Records from a data source:
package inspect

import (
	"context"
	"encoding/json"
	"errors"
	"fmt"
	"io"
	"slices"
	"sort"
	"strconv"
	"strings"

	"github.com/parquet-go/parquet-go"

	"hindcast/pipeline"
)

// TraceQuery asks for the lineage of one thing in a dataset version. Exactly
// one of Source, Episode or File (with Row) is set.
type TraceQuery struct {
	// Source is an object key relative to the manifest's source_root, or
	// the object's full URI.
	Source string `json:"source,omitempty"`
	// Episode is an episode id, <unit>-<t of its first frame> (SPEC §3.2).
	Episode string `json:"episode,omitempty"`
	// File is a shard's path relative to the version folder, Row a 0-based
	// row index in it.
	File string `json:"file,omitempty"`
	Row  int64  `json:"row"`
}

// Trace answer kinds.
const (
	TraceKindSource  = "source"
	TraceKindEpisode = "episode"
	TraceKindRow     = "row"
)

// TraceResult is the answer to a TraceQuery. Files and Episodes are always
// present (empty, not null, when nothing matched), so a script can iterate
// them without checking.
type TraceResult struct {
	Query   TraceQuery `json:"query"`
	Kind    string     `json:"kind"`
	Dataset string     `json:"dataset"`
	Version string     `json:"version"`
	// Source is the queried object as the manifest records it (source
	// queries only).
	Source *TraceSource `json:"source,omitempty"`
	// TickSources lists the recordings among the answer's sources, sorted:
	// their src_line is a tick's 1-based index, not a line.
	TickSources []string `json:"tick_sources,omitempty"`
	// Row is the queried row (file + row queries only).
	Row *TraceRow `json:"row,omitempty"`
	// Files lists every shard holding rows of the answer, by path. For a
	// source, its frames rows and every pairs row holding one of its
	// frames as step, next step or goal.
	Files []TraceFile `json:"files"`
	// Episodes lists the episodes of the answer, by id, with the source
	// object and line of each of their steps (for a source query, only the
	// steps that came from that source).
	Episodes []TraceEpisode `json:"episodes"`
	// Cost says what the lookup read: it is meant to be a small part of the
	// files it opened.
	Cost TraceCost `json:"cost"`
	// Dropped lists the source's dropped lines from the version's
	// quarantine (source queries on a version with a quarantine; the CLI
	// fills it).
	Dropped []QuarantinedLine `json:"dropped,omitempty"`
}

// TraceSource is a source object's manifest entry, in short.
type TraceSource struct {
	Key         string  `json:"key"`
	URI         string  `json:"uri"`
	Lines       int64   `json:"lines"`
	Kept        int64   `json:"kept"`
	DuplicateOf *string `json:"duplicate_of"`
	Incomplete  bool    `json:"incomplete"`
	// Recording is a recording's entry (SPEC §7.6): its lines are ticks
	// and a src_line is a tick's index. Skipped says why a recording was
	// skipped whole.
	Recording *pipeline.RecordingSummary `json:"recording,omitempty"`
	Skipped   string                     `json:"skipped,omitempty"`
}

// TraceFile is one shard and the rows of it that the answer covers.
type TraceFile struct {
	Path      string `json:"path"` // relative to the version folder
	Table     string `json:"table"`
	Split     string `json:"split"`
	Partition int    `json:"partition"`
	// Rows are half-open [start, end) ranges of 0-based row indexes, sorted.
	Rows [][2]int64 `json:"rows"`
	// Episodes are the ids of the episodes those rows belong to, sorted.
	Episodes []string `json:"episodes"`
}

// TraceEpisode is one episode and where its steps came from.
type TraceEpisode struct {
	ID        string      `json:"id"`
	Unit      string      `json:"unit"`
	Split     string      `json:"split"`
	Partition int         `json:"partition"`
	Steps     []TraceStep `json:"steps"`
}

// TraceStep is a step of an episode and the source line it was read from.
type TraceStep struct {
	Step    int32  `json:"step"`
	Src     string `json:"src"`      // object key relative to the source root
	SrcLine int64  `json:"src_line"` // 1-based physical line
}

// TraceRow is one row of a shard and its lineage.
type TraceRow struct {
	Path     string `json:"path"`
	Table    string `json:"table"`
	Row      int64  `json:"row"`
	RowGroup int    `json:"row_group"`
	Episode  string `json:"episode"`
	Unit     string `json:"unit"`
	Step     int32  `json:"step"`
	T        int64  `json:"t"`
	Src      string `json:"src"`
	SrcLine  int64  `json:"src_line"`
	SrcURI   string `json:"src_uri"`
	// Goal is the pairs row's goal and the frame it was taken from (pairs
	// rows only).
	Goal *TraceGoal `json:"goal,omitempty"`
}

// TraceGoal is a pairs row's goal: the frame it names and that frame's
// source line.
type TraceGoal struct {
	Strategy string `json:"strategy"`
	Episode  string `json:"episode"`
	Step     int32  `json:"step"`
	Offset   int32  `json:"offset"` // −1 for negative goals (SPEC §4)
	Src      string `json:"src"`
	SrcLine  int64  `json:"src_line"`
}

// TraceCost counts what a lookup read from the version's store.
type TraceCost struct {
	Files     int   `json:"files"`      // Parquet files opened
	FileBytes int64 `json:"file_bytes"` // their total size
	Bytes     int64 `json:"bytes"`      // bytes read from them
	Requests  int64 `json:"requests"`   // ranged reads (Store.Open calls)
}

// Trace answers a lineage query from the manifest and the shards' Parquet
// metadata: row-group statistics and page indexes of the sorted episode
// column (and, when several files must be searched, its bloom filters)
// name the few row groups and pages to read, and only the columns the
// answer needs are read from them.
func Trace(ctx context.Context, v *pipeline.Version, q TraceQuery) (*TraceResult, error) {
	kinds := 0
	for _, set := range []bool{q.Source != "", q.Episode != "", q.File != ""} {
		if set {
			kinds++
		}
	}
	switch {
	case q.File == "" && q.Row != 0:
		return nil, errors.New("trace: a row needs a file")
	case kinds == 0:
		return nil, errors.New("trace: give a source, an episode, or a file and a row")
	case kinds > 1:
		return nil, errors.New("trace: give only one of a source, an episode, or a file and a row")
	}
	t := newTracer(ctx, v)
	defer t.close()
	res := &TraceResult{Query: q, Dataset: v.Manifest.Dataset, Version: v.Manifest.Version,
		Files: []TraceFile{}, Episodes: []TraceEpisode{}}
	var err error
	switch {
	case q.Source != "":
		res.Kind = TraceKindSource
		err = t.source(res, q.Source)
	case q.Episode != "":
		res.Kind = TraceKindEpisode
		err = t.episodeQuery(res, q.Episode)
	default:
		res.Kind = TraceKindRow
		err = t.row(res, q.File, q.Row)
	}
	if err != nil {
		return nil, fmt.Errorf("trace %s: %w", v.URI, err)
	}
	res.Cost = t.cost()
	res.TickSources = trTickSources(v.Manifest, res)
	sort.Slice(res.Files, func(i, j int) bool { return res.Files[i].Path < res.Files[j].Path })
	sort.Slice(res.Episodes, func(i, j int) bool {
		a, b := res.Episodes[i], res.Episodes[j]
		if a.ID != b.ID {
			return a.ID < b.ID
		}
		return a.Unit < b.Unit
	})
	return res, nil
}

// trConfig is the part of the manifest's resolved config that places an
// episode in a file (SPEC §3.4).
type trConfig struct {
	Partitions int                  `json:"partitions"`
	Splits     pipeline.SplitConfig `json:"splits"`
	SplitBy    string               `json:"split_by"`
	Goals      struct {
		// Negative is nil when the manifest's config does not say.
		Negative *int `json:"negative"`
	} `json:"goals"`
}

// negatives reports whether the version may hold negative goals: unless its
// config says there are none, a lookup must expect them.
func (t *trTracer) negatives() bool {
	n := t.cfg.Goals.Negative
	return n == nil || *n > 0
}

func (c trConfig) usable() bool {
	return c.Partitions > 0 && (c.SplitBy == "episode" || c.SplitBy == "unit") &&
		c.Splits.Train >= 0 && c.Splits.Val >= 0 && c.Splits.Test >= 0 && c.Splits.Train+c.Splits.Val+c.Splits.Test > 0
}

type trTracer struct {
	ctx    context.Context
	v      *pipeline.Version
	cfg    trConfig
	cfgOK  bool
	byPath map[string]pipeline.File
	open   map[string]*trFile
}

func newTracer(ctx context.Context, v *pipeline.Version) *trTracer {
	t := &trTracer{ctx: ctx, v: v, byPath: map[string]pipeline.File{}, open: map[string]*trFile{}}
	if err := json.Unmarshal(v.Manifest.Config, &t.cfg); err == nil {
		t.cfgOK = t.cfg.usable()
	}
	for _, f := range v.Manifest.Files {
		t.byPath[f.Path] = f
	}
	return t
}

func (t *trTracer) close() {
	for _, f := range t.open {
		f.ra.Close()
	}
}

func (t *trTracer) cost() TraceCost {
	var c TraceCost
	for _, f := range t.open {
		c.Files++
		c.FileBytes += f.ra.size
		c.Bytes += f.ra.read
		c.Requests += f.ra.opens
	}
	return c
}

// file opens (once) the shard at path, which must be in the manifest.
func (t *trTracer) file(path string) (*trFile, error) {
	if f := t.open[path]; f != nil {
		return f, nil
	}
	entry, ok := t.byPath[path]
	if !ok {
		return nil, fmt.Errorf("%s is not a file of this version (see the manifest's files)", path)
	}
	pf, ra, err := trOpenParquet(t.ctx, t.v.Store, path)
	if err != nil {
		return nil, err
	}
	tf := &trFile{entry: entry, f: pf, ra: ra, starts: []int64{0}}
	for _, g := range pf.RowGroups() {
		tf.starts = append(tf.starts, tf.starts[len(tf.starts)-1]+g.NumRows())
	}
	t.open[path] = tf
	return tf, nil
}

What you will do ->
Lines containing the string "relative" are the ones to copy from the entries above.

Exercise answer ->
	// Source is an object key relative to the manifest's source_root, or
	// File is a shard's path relative to the version folder, Row a 0-based
	Path      string `json:"path"` // relative to the version folder
	Src     string `json:"src"`      // object key relative to the source root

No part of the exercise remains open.